Every line in the records below between the one holding "QueryTypes, type QueryInterface" and the one holding "on SQLite. */", inclusive, is to be set down exactly; all other lines are to be left out.

Given data →
########

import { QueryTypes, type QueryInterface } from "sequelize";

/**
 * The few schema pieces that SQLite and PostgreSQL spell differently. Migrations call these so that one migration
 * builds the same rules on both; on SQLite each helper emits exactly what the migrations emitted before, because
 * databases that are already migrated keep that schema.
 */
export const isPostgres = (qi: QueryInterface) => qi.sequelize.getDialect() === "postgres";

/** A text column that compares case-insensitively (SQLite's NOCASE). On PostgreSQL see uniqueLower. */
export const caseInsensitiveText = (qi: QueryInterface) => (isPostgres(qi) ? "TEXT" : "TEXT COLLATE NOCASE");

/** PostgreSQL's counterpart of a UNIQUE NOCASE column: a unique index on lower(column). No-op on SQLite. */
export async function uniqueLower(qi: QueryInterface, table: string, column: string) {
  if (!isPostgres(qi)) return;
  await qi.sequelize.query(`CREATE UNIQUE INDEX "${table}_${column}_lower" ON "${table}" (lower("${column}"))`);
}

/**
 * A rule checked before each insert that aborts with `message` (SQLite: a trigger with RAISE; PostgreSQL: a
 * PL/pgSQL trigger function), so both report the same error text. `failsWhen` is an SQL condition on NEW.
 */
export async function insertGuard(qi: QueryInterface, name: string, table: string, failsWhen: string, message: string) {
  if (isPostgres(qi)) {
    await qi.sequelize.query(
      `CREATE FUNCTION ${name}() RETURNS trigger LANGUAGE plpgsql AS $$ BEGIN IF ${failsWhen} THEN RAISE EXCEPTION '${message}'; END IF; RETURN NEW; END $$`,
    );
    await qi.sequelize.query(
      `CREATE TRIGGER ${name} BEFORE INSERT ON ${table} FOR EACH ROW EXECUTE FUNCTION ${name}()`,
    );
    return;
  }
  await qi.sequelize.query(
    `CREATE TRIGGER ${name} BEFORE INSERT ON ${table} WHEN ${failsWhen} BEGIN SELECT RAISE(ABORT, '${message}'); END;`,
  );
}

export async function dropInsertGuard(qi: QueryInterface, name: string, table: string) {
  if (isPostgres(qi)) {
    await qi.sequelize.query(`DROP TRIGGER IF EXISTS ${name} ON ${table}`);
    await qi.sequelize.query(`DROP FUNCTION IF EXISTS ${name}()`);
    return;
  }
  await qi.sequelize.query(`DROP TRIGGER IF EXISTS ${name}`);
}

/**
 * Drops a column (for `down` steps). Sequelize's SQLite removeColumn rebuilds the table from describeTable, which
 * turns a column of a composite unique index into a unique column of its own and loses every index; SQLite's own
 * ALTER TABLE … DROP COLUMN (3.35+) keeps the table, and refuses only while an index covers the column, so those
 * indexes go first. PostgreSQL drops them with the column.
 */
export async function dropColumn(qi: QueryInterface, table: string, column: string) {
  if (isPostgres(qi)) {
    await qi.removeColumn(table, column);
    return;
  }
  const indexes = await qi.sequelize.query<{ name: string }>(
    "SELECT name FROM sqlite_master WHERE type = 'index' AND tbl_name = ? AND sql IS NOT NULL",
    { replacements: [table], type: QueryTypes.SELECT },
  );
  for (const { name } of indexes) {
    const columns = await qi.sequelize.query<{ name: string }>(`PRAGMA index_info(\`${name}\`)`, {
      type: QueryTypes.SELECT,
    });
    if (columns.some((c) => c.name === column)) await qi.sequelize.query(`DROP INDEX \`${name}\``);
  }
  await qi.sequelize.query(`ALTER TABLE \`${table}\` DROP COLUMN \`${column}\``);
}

########

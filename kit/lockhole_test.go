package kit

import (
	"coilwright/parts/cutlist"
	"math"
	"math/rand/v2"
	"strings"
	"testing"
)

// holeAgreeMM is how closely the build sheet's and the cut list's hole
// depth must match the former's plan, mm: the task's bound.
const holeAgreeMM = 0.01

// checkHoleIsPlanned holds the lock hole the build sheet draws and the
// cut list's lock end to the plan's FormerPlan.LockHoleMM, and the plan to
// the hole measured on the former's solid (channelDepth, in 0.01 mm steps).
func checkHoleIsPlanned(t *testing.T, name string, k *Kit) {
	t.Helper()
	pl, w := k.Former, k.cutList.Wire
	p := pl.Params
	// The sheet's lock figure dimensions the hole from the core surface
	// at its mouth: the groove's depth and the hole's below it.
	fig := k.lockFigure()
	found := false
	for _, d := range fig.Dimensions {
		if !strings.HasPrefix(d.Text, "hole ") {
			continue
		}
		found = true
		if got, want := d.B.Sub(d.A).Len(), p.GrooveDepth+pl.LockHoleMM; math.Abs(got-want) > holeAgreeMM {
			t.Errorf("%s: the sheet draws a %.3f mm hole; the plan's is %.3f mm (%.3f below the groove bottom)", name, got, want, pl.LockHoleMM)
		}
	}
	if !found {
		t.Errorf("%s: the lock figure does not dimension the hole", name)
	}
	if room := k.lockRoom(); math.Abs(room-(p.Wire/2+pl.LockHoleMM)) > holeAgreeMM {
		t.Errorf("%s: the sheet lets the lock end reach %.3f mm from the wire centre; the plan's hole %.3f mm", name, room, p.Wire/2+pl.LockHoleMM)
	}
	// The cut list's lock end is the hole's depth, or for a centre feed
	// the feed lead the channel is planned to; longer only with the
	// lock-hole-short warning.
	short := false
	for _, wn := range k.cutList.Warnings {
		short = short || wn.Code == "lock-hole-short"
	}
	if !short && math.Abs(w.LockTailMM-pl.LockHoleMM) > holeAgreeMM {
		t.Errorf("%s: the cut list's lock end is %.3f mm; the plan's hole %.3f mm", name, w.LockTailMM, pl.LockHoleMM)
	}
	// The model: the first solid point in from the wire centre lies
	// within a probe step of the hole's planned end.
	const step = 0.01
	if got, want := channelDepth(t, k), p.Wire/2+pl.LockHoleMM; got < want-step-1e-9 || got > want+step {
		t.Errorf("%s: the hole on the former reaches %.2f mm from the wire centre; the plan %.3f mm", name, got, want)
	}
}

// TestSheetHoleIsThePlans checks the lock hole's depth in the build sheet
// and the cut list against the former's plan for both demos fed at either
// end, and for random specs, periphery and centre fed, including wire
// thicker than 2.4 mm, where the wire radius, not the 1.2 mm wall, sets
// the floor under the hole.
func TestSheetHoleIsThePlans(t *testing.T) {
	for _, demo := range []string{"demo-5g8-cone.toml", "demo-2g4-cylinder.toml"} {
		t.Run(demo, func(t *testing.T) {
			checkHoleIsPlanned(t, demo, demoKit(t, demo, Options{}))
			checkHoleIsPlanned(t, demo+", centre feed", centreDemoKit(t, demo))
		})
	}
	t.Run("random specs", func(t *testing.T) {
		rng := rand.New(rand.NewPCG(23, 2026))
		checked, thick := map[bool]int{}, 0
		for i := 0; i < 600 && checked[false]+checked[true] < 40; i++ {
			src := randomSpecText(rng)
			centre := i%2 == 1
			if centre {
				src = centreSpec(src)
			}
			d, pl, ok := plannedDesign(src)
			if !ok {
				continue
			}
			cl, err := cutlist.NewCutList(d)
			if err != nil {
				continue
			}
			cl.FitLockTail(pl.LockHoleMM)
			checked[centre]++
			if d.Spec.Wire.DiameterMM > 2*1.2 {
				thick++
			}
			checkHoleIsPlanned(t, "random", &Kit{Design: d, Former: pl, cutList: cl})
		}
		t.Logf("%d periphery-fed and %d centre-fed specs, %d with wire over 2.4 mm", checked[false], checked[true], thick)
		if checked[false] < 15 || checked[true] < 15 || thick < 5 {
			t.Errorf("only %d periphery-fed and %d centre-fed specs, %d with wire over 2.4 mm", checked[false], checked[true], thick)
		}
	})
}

########

Solution to this exercise →
import { QueryTypes, type QueryInterface } from "sequelize";

/**
 * The few schema pieces that SQLite and PostgreSQL spell differently. Migrations call these so that one migration
 * builds the same rules on both; on SQLite each helper emits exactly what the migrations emitted before, because
 * databases that are already migrated keep that schema.
 */
export const isPostgres = (qi: QueryInterface) => qi.sequelize.getDialect() === "postgres";

/** A text column that compares case-insensitively (SQLite's NOCASE). On PostgreSQL see uniqueLower. */
export const caseInsensitiveText = (qi: QueryInterface) => (isPostgres(qi) ? "TEXT" : "TEXT COLLATE NOCASE");

/** PostgreSQL's counterpart of a UNIQUE NOCASE column: a unique index on lower(column). No-op on SQLite. */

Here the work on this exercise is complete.